Stored data:
· · · ·

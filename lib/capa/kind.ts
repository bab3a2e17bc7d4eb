import 'server-only';
import { and, eq, inArray } from 'drizzle-orm';
import type { Tx } from '../../db/client';
import { capas, users } from '../../db/schema';
import { capaGuardRefusals, capaMachine } from '../../workflows/capa';
import type { CapaState } from '../../workflows/states';
import { getEnv } from '../env';
import { enqueueMail } from '../mail/outbox';
import { renderMailLayout } from '../mail/templates/layout';
import { type RecordActor, defineRecordKind } from '../records/kind';
import { type CapaSource, capaEventLabels, capaStateLabels } from './labels';
import { mailEffectivenessReviewLinks } from './review-links';

/* CAPAs on the write path: their table, machine, permissions, signed content and mail. */

export type CapaRow = typeof capas.$inferSelect;

export interface CapaDto {
  id: number;
  number: string;
  status: CapaState;
  version: number;
  title: string;
  sourceType: CapaSource;
  sourceId: number | null;
  problemStatement: string;
  rootCause: string | null;
  effectivenessCriteria: string | null;
  /** JSON text of the recurrence criterion (lib/capa/schemas.ts), or null. */
  recurrenceCriterion: string | null;
  effectivenessResult: 'effective' | 'not_effective' | null;
  effectivenessNote: string | null;
  cancelReason: string | null;
  ownerId: number;
  createdBy: number;
  planRound: number;
  actionsPlanned: number;
  actionsOpen: number;
  /** ISO 8601, UTC. */
  dueAt: string | null;
  effectivenessDueAt: string | null;
  actionsCompletedAt: string | null;
  planApprovedAt: string | null;
  effectivenessOpenedAt: string | null;
  closedAt: string | null;
  createdAt: string;
  updatedAt: string;
}

const iso = (d: Date | null) => d?.toISOString() ?? null;

export function toCapaDto(row: CapaRow): CapaDto {
  return {
    id: row.id,
    number: row.number,
    status: row.status,
    version: row.version,
    title: row.title,
    sourceType: row.sourceType,
    sourceId: row.sourceId,
    problemStatement: row.problemStatement,
    rootCause: row.rootCause,
    effectivenessCriteria: row.effectivenessCriteria,
    recurrenceCriterion: row.recurrenceCriterion,
    effectivenessResult: row.effectivenessResult,
    effectivenessNote: row.effectivenessNote,
    cancelReason: row.cancelReason,
    ownerId: row.ownerId,
    createdBy: row.createdBy,
    planRound: row.planRound,
    actionsPlanned: row.actionsPlanned,
    actionsOpen: row.actionsOpen,
    dueAt: iso(row.dueAt),
    effectivenessDueAt: iso(row.effectivenessDueAt),
    actionsCompletedAt: iso(row.actionsCompletedAt),
    planApprovedAt: iso(row.planApprovedAt),
    effectivenessOpenedAt: iso(row.effectivenessOpenedAt),
    closedAt: iso(row.closedAt),
    createdAt: row.createdAt.toISOString(),
    updatedAt: row.updatedAt.toISOString(),
  };
}

/**
 * Columns whose every change is audited (21 CFR 11.10(e)). The action counters are left out: they
 * follow from the action changes, which are audited themselves, field by field.
 */
export const capaAuditFields = [
  'title',
  'sourceType',
  'sourceId',
  'problemStatement',
  'rootCause',
  'effectivenessCriteria',
  'recurrenceCriterion',
  'effectivenessResult',
  'effectivenessNote',
  'cancelReason',
  'ownerId',
  'createdBy',
  'planRound',
  'dueAt',
  'effectivenessDueAt',
  'actionsCompletedAt',
  'planApprovedAt',
  'effectivenessOpenedAt',
  'closedAt',
] as const satisfies readonly (keyof CapaRow)[];

/*
 * What a CAPA signature vouches for: the plan (problem, root cause, criteria, owner, which round of
 * the plan). Lifecycle times, counters and the outcome are left out so that completing the actions
 * does not make the plan approval read as "changed after signing" (21 CFR 11.70); the outcome is in
 * the meaning of the signature itself ("effective", "not effective"), and a reason (not effective,
 * cancelled) is recorded with the signature that gives it.
 */
export function capaSignedContent(row: CapaRow): Record<string, unknown> {
  return {
    number: row.number,
    title: row.title,
    sourceType: row.sourceType,
    sourceId: row.sourceId,
    problemStatement: row.problemStatement,
    rootCause: row.rootCause,
    effectivenessCriteria: row.effectivenessCriteria,
    recurrenceCriterion: row.recurrenceCriterion,
    ownerId: row.ownerId,
    planRound: row.planRound,
  };
}

export interface Recipient {
  id: number;
  email: string;
}

export interface CapaMail {
  key: string;
  template: string;
  subject: string;
  heading: string;
  paragraphs: string[];
  footer: string;
}

/** Queues one message per recipient in the caller's transaction; the actor and duplicates are skipped. */
export async function mailAboutCapa(
  tx: Tx,
  recipients: Recipient[],
  actor: RecordActor,
  capa: Pick<CapaRow, 'id' | 'number' | 'version'>,
  m: CapaMail,
): Promise<void> {
  const env = getEnv();
  const mail = renderMailLayout({
    siteName: env.SITE_NAME,
    recordNumber: capa.number,
    heading: m.heading,
    paragraphs: m.paragraphs,
    link: { url: new URL(`/capa/${capa.id}`, env.APP_URL).toString(), label: 'Open the CAPA' },
    footer: m.footer,
  });
  const seen = new Set<number>();
  for (const r of recipients) {
    if (r.id === actor.id || seen.has(r.id)) continue;
    seen.add(r.id);
    await enqueueMail(tx, {
      dedupeKey: `${m.key}:${capa.id}:v${capa.version}:${r.id}`,
      template: m.template,
      to: { address: r.email, userId: r.id },
      subject: m.subject,
      text: mail.text,
      html: mail.html,
      recordType: 'capa',
      recordId: capa.id,
    });
  }
}

export async function activeUsers(tx: Tx, ids: (number | null)[]): Promise<Recipient[]> {
  const wanted = ids.filter((i): i is number => i !== null);
  if (wanted.length === 0) return [];
  return tx
    .select({ id: users.id, email: users.email })
    .from(users)
    .where(and(inArray(users.id, wanted), eq(users.active, true)));
}

/** QA approvers who may sign this CAPA: active, and not its owner (segregation of duties). */
export async function eligibleApprovers(tx: Tx, capa: Pick<CapaRow, 'ownerId'>): Promise<Recipient[]> {
  const approvers = await tx
    .select({ id: users.id, email: users.email })
    .from(users)
    .where(and(eq(users.active, true), eq(users.role, 'qa_approver')));
  return approvers.filter((a) => a.id !== capa.ownerId);
}

export const capaKind = defineRecordKind({
  recordType: 'capa',
  noun: 'CAPA',
  table: capas,
  machine: capaMachine,
  readPermission: 'capa.read',
  eventPermissions: {
    approve_plan: 'capa.approve',
    start_implementation: 'capa.plan',
    open_effectiveness_check: 'capa.plan',
    record_effective: 'capa.approve',
    record_not_effective: 'capa.approve',
    cancel: 'capa.cancel',
  },
  eventLabels: capaEventLabels,
  stateLabels: capaStateLabels,
  guardRefusals: capaGuardRefusals,
  ownerIds: (row) => [row.ownerId],
  context: (row) => ({
    ownerId: row.ownerId,
    actionsPlanned: row.actionsPlanned,
    actionsOpen: row.actionsOpen,
    criteriaWritten: Boolean(row.effectivenessCriteria?.trim()),
  }),
  signedContent: capaSignedContent,
  auditFields: capaAuditFields,
  toDto: toCapaDto,
  effects: {
    notifyOwnerAssigned: {
      async inTransaction(tx, { actor, after }) {
        await mailAboutCapa(tx, await activeUsers(tx, [after.ownerId]), actor, after, {
          key: 'capa-owner',
          template: 'capa_owner_assigned',
          subject: `CAPA ${after.number} assigned to you`,
          heading: `You own ${after.number}`,
          paragraphs: [
            `${actor.name} opened CAPA ${after.number}: ${after.title}, with you as its owner.`,
            'Plan it: the problem, the root cause, the corrective and preventive actions with their owners and due dates, and the effectiveness criteria.',
          ],
          footer: 'You receive this because you are the owner of this CAPA.',
        });
      },
    },
    notifyPlanApproved: {
      async inTransaction(tx, { actor, after }) {
        await mailAboutCapa(tx, await activeUsers(tx, [after.ownerId]), actor, after, {
          key: 'capa-plan-approved',
          template: 'capa_plan_approved',
          subject: `CAPA ${after.number}: plan approved`,
          heading: `The plan of ${after.number} is approved`,
          paragraphs: [`${actor.name} approved and signed the plan of ${after.number}: ${after.title}.`, 'Start the implementation when the work begins.'],
          footer: 'You receive this because you are the owner of this CAPA.',
        });
      },
    },
    notifyEffectivenessReview: {
      async inTransaction(tx, { actor, after }) {
        // A personal one-time review link per approver (lib/capa/review-links.ts), not a plain link.
        await mailEffectivenessReviewLinks(tx, actor.name, after, await eligibleApprovers(tx, after));
      },
    },
    notifyClosed: {
      async inTransaction(tx, { actor, after }) {
        await mailAboutCapa(tx, await activeUsers(tx, [after.ownerId, after.createdBy]), actor, after, {
          key: 'capa-closed',
          template: 'capa_closed',
          subject: `CAPA ${after.number} closed as effective`,
          heading: `${after.number} closed as effective`,
          paragraphs: [`${actor.name} reviewed the evidence of ${after.number}: ${after.title}, and signed it effective.`],
          footer: 'You receive this because you own or opened this CAPA.',
        });
      },
    },
    notifyNotEffective: {
      async inTransaction(tx, { actor, after }) {
        await mailAboutCapa(tx, await activeUsers(tx, [after.ownerId]), actor, after, {
          key: 'capa-not-effective',
          template: 'capa_returned',
          subject: `CAPA ${after.number} was not effective: plan new actions`,
          heading: `${after.number} returned to planning`,
          paragraphs: [
            `${actor.name} found that the actions of ${after.number}: ${after.title} did not achieve the effectiveness criteria.`,
            after.effectivenessNote ? `Reason: ${after.effectivenessNote}` : 'The reason is in the timeline.',
            'Plan the next actions; the earlier ones stay on record.',
          ],
          footer: 'You receive this because you are the owner of this CAPA.',
        });
      },
    },
    notifyCancelled: {
      async inTransaction(tx, { actor, after }) {
        await mailAboutCapa(tx, await activeUsers(tx, [after.ownerId, after.createdBy]), actor, after, {
          key: 'capa-cancelled',
          template: 'capa_cancelled',
          subject: `CAPA ${after.number} cancelled`,
          heading: `${after.number} cancelled`,
          paragraphs: [`${actor.name} cancelled ${after.number}: ${after.title}.`, after.cancelReason ? `Reason: ${after.cancelReason}` : ''].filter(Boolean),
          footer: 'You receive this because you own or opened this CAPA.',
        });
      },
    },
  },
});

export function planApprovalMail(actor: RecordActor, after: CapaRow): CapaMail {
  return {
    key: 'capa-plan-approval',
    template: 'capa_plan_approval_requested',
    subject: `CAPA ${after.number}: plan awaits approval`,
    heading: `The plan of ${after.number} awaits approval`,
    paragraphs: [
      `${actor.name} asks for approval of the plan of ${after.number}: ${after.title} (${after.actionsPlanned} action${after.actionsPlanned === 1 ? '' : 's'}).`,
      'Read the problem, the root cause, the actions and the effectiveness criteria, then approve and sign the plan.',
    ],
    footer: 'You receive this because you are a QA approver who does not own this CAPA.',
  };
}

· · · ·

Here the job is to transcribe the lines from the first line of the data through the line containing "CapaSource, capaEventLabels, capaStateLabels", inclusive, exactly and with nothing else.

filename lib/capa/kind.ts
repository bab3a2e17bc7d4eb
import 'server-only';
import { and, eq, inArray } from 'drizzle-orm';
import type { Tx } from '../../db/client';
import { capas, users } from '../../db/schema';
import { capaGuardRefusals, capaMachine } from '../../workflows/capa';
import type { CapaState } from '../../workflows/states';
import { getEnv } from '../env';
import { enqueueMail } from '../mail/outbox';
import { renderMailLayout } from '../mail/templates/layout';
import { type RecordActor, defineRecordKind } from '../records/kind';
import { type CapaSource, capaEventLabels, capaStateLabels } from './labels';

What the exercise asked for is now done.